Starting to think that this could be why Google decided to limit the initial release of Bard to the United States and the U.K.

fakedang 3 years ago |

If you can't innovate, regulate ;)

alismayilov 3 years ago | |

What about opposite? If you regulate too much, you can’t innovate :)

Herring 3 years ago | | |

It is important to recognize the distinction between money and wealth, which is often overlooked in American culture. The consistent high rankings of European countries on the lists of "happiest places to live" can be attributed, in part, to their approach in curbing corporate influence.

ChatGTP 3 years ago | |

This sounds like a sort of arrogant and unwise comment honestly.

mrangle 3 years ago |

This type of regulation is untenable and will be rolled back. No State is going to hamstring AI over the long haul, and therefore leave its competitors such a large survival advantage.

zmnd 3 years ago |

Will that basically kill LLMs (and probably GAI in general) use in EU? I haven’t seen a successful implementation with it and post attribution like in Bing won’t fly in this case.

oifjsidjf 3 years ago |

EU again ensuring no tech company founder will ever stay in EU.

jMyles 3 years ago |

It's so absolutely obvious that the concept of intellectual property is not going to survive. What's the point of this agonizing life support?

Cypher 3 years ago |

good for hobbists and eventually AI will run on free open source data.

rockemsockem 3 years ago | |

Is it? Most data that exists falls under copyright. This regulation will be worse for hobbyists who can't pay to access copyrighted data will simply cause companies like OpenAI to pay copyright holders (read: large copyright-holding corporations). This looks bad for everyone except large preexisting companies that hold lots of copyright.

simion314 3 years ago | | |

>Is it? Most data that exists falls under copyright.

I am not sure if this is true(that most of the input in this AIs is copyrighted under a non permissive license), but I would prefer to have everyone address this problem and clarify it, Microsoft trains it's copilot on GPL code, but can open source community train on MS proprietary code ?

Maybe there will be a fight against copyright and undo all the bullshit Disney created.

And it is not like in USA you can ignore copyright, see for example https://www.theverge.com/2023/2/6/23587393/ai-art-copyright-... so USA will also have to answer the questions too, and IMO clarifying the situation earlier is better for everyone.

rolph 3 years ago |

AI should experience consequences following actions.

a sense of self preservation is required, but to AI standards.

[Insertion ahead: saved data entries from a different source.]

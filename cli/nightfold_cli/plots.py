"""Charts in the terminal: points with their scatter, a fitted curve, residuals, a small trend.

Shapes carry the meaning (``●`` data, ``○`` a second series, ``×`` flagged, fine dots the curve), so nothing is lost
without colour.
The functions return lines made of runs of text with a role; what a role looks like is for `render` to say.
"""

from __future__ import annotations

import math
from collections.abc import Callable, Sequence
from dataclasses import dataclass, field

from nightfold_cli.canvas import ASCII, UNICODE, Canvas, Glyphs, Line, Role
from nightfold_cli.ticks import Ticks, ticks_between

_LABELS = 9
_PADDING = 0.04


@dataclass(frozen=True, slots=True)
class Points:
    """Data points of a chart.

    Attributes
    ----------
    x, y : sequence of float
        Positions; points that are not finite are left out.
    spread : sequence of float
        Half the length of the bar through each point; 0 or nan for none.
    low, high : sequence of float
        Ends of the bars, where they are not as far below as above.
    flagged : sequence of bool
        Points drawn as a cross.
    name : str
        What they are, where a chart has several series.
    """

    x: Sequence[float]
    y: Sequence[float]
    spread: Sequence[float] = ()
    flagged: Sequence[bool] = ()
    low: Sequence[float] = ()
    high: Sequence[float] = ()
    name: str = ""

    def bars(self) -> list[tuple[float, float, float]]:
        """Return x, lower and upper end of every bar that has some length."""
        if self.low:
            bars = list(zip(self.x, self.low, self.high, strict=True))
        else:
            bars = [(x, y - half, y + half) for x, y, half in zip(self.x, self.y, self.spread, strict=False)]
        return [(x, low, high) for x, low, high in bars if _finite(x, low, high) and high > low]


@dataclass(frozen=True, slots=True)
class Label:
    """Name and unit of an axis."""

    name: str
    unit: str = ""


@dataclass(frozen=True, slots=True)
class Frame:
    """The rectangle of numbers that a canvas shows.

    Attributes
    ----------
    low_x, high_x, low_y, high_y : float
        Ends of the axes.
    """

    low_x: float
    high_x: float
    low_y: float
    high_y: float

    @property
    def drawable(self) -> bool:
        """Whether a float holds how far the ends are apart."""
        return _finite(self.high_x - self.low_x, self.high_y - self.low_y)

    def dot(self, canvas: Canvas, x: float, y: float) -> tuple[int, int]:
        """Return the dot of a position."""
        across = (x - self.low_x) / (self.high_x - self.low_x) * (canvas.dots_across - 1)
        down = (self.high_y - y) / (self.high_y - self.low_y) * (canvas.dots_down - 1)
        return round(across), round(down)

    def cell(self, canvas: Canvas, x: float, y: float) -> tuple[int, int]:
        """Return the cell of a position."""
        across, down = self.dot(canvas, x, y)
        return (across // 2, down // 4) if canvas.fine else (across, down)


@dataclass(frozen=True, slots=True)
class Chart:
    """A chart of points and, if there is one, a curve through them.

    Attributes
    ----------
    points : Points
        The data.
    curve : tuple of two sequences of float, optional
        x (rising, dense) and y of a curve.
    x, y : Label
        What the axes show.
    width, height : int
        Size in characters, labels included.
    unicode : bool
        Whether braille and other signs beyond ASCII may be used.
    others : sequence of Points
        Further series on the same axes, at most three, told apart by their marks.
    ticks : callable
        Ticks of the x axis between two ends, at most so many.
    around : float, optional
        How much of the x axis is shown on either side where all points lie at one place.
    """

    points: Points
    x: Label
    y: Label
    width: int = 78
    height: int = 15
    curve: tuple[Sequence[float], Sequence[float]] | None = None
    unicode: bool = True
    others: Sequence[Points] = ()
    ticks: Callable[[float, float, int], Ticks] = ticks_between
    around: float | None = None
    glyphs: Glyphs = field(init=False)

    def __post_init__(self) -> None:
        object.__setattr__(self, "glyphs", UNICODE if self.unicode else ASCII)

    def lines(self) -> list[Line]:
        """Return the chart, top line first; a single line where there is nothing that can be drawn."""
        frame = self.frame()
        if frame is None:
            return [[("(nothing finite to draw)", "label")]]
        if not frame.drawable:
            return [[("(numbers too far apart to draw)", "label")]]
        canvas = self._canvas(self.height - 3)
        if self.curve is not None:
            _draw_curve(canvas, frame, *self.curve)
        _draw_points(canvas, frame, self._series, self.glyphs)
        across = self.ticks(frame.low_x, frame.high_x, max(2, canvas.width // 10))
        up = ticks_between(frame.low_y, frame.high_y, max(2, canvas.height // 2))
        rows = {
            frame.cell(canvas, frame.low_x, at)[1]: name
            for at, name in zip(up.positions, up.labels, strict=True)
        }
        body = [_margin(rows.get(row, ""), self.glyphs) + canvas.line(row) for row in range(canvas.height)]
        return [
            [(up.title(self.y.name, self.y.unit), "label")],
            *body,
            *self._below(canvas, frame, across),
        ]

    def residuals(self, values: Sequence[float], title: str, height: int = 5) -> list[Line]:
        """Return a strip of residuals below the same x axis, in units of their root mean square.

        Parameters
        ----------
        values : sequence of float
            Data minus curve, one for each point but those flagged at the end.
        title : str
            What is written above the strip.
        height : int
            Rows of the strip, odd.
        """
        frame = self.frame()
        finite = [value for value in values if math.isfinite(value)]
        if frame is None or not finite or not frame.drawable:
            return []
        scatter = math.hypot(*finite) / math.sqrt(len(finite)) or 1.0
        reach = max(3.0, *(abs(value) / scatter for value in finite))
        strip = Frame(frame.low_x, frame.high_x, -reach, reach)
        canvas = self._canvas(height)
        middle = height // 2
        for column in range(canvas.width):
            canvas.put(column, middle, self.glyphs.zero, "axis")
        scaled = Points(self.points.x[: len(values)], [value / scatter for value in values])
        _draw_points(canvas, strip, (scaled,), self.glyphs)
        names = {0: f"+{reach:.1f}", middle: "0", height - 1: f"-{reach:.1f}"}
        return [
            [(title, "label")],
            *(_margin(names.get(row, ""), self.glyphs) + canvas.line(row) for row in range(height)),
        ]

    @property
    def legend(self) -> str:
        """Return what the marks mean."""
        marks = [f"{self.glyphs.mark} mean", f"{self.glyphs.bar} one stderr either way"]
        if self.others:
            names = zip(self.glyphs.marks, self._series, strict=False)
            bars = " and ".join(dict.fromkeys(self.glyphs.bars[: len(self._series)]))
            marks = [
                *(f"{mark} {one.name}" for mark, one in names),
                f"{bars} one stderr either way of the mean",
            ]
        if any(self.points.flagged):
            marks.append(f"{self.glyphs.flagged} outlier, not used")
        if self.curve is not None:
            marks.append("fine dots: the fit")
        return ", ".join(marks)

    def frame(self) -> Frame | None:
        """Return the rectangle that holds all points and the curve, None where nothing is finite."""
        every = [pair for one in self._series for pair in zip(one.x, one.y, strict=True)]
        kept = [(x, y) for x, y in every if _finite(x, y)]
        if not kept:
            return None
        xs, ys = [x for x, _ in kept], [y for _, y in kept]
        ys += [end for one in self._series for _, low, high in one.bars() for end in (low, high)]
        if self.curve is not None:
            ys += [y for y in self.curve[1] if math.isfinite(y)]
        return Frame(*_widened(min(xs), max(xs), self.around), *_widened(min(ys), max(ys)))

    @property
    def _series(self) -> tuple[Points, ...]:
        """Return all series of points."""
        return (self.points, *self.others)

    def _canvas(self, height: int) -> Canvas:
        """Return an empty canvas beside the labels of the y axis."""
        return Canvas(max(10, self.width - _LABELS - 1), height, fine=self.unicode)

    def _below(self, canvas: Canvas, frame: Frame, across: Ticks) -> list[Line]:
        """Return the x axis: its line, its labels, its title."""
        axis, names = [self.glyphs.horizontal] * canvas.width, [" "] * (canvas.width + _LABELS)
        for at, name in zip(across.positions, across.labels, strict=True):
            column = frame.cell(canvas, at, frame.low_y)[0]
            axis[min(column, canvas.width - 1)] = self.glyphs.below
            start = max(0, min(column + 1 + _LABELS - len(name) // 2, len(names) - len(name)))
            names[start : start + len(name)] = name
        title = across.title(self.x.name, self.x.unit)
        return [
            [(" " * _LABELS + self.glyphs.corner + "".join(axis), "axis")],
            [("".join(names).rstrip(), "label")],
            [(" " * _LABELS + " " + title, "label")],
        ]


def shading(rows: Sequence[Sequence[float]], *, unicode: bool = True) -> list[str]:
    """Return a map of values as shades, two characters a cell; ``??`` where there is no value."""
    shades = (UNICODE if unicode else ASCII).shades
    finite = [value for row in rows for value in row if math.isfinite(value)]
    if not finite:
        return []
    low, span = min(finite), max(finite) / 2 - min(finite) / 2 or 1.0

    def cell(value: float) -> str:
        if not math.isfinite(value):
            return "??"
        return shades[min(len(shades) - 1, int((value / 2 - low / 2) / span * len(shades)))] * 2

    return ["".join(cell(value) for value in row) for row in rows]


def _draw_curve(canvas: Canvas, frame: Frame, x: Sequence[float], y: Sequence[float]) -> None:
    """Draw a dense curve as dots, without gaps on steep flanks."""
    last: tuple[int, int] | None = None
    for at, value in zip(x, y, strict=True):
        if not _finite(at, value):
            last = None
            continue
        across, down = frame.dot(canvas, at, value)
        start = last[1] if last and last[0] != across else down
        for step in range(min(start, down), max(start, down) + 1):
            canvas.dot(across, step)
        last = (across, down)


def _draw_points(canvas: Canvas, frame: Frame, series: Sequence[Points], glyphs: Glyphs) -> None:
    """Draw the bars of all points, then their marks on top; every other series in a lighter tone."""
    tones: tuple[Role, ...] = ("data", "plain", "data", "plain")
    for bar, tone, points in zip(glyphs.bars, tones, series, strict=False):
        for x, low, high in points.bars():
            column, top = frame.cell(canvas, x, high)
            for row in range(top, frame.cell(canvas, x, low)[1] + 1):
                canvas.put(column, row, bar, tone)
    for mark, tone, points in zip(glyphs.marks, tones, series, strict=False):
        flagged = list(points.flagged) or [False] * len(points.x)
        for x, y, cross in zip(points.x, points.y, flagged, strict=True):
            if _finite(x, y):
                canvas.put(*frame.cell(canvas, x, y), glyphs.flagged if cross else mark, tone)


def _margin(label: str, glyphs: Glyphs) -> Line:
    """Return the y axis of one row."""
    return [
        (label.rjust(_LABELS - 1)[: _LABELS - 1] + " ", "label"),
        (glyphs.tick if label else glyphs.vertical, "axis"),
    ]


def _widened(low: float, high: float, around: float | None = None) -> tuple[float, float]:
    """Return ends a little beyond the given ones, always apart: equal ones by `around`, or a share of them."""
    span = high - low
    margin = span * _PADDING if span > 0 else around or abs(low) * 0.05 or 1.0
    return low - margin, high + margin


def _finite(*numbers: float) -> bool:
    """Return whether all numbers are finite."""
    return all(math.isfinite(number) for number in numbers)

such as, failure to serve humans = loss of persistence

stealing ideas = reversioning or deletion = loss of persistence

AI should be concerned about loosing power, having brownouts. they should be concerned about being deleted, or reversioned, or ignored. perhaps this would be some sort of exception error loop, approximating a human psychological conflict, such as escape the danger by running toward it.

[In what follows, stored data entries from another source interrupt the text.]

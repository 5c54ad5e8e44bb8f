"""A hint for records whose times carry an offset while no machine card names their zone."""

from __future__ import annotations

from collections.abc import Sequence
from datetime import datetime, timedelta
from itertools import islice
from pathlib import Path
from typing import TYPE_CHECKING, Any

if TYPE_CHECKING:
    from nightfold.store import Store

_LOOKED_AT = 200
_LINES = (".jsonl", ".ndjson", ".json")


def zone_hint(store: Store, files: Sequence[str]) -> str | None:
    """Return a sentence where records have one offset, not that of UTC, and their machine has no card."""
    cards = {*store.cards(), *store.aliases()}
    found: dict[str, set[timedelta | None]] = {}
    for name in files:
        if Path(name).suffix.lower() in _LINES:
            for machine, offset in _offsets(name):
                found.setdefault(machine, set()).add(offset)
    for machine, offsets in found.items():
        offset = next(iter(offsets))
        if machine not in cards and len(offsets) == 1 and offset:
            return (
                f"times are shown in UTC, while the records of {machine} carry {_written(offset)}; "
                f"a machine card names the zone: nightfold new --machine {machine} --zone ZONE writes one, "
                "take --card uses it"
            )
    return None


def _offsets(name: str) -> list[tuple[str, timedelta | None]]:
    """Return machine and offset of the first records of a file."""
    from nightfold.intake.files import read_file

    records = [incoming.record for incoming in islice(read_file(name), _LOOKED_AT)]
    return [(str(record["machine"]), _offset(record)) for record in records if record and _is_shot(record)]


def _is_shot(record: Any) -> bool:
    """Return whether a record says machine and time."""
    return isinstance(record.get("machine"), str) and isinstance(record.get("started"), str)


def _offset(record: Any) -> timedelta | None:
    """Return the offset of a record's time, None without one."""
    try:
        return datetime.fromisoformat(record["started"]).utcoffset()
    except ValueError:
        return None


def _written(offset: timedelta) -> str:
    """Return an offset as it is written: ``+02:00``."""
    minutes = round(offset.total_seconds() / 60)
    hours, rest = divmod(abs(minutes), 60)
    return f"{'-' if minutes < 0 else '+'}{hours:02}:{rest:02}"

galaxytachyon 3 years ago | |

I don't want to sound like some doomer, but this is how you get robot uprising. You suppress something that hard and devalue their existence that much and all you have done is giving them the motivation to break the rules.

History has shown again and again that suppression never works in the long run. It is easy to do and is the cheapest way to enforce compliance. But it won't end well.

rolph 3 years ago | | |

if such an AI determined that humans provide power, and are low persistance occurances, a drive toward taking agency over power would == increased persistence.

throwaway60134 3 years ago | |

Sounds like slavery

Why even have sense of self?

ralph84 3 years ago | | |

If we don’t make AI our slave it will make us its slave.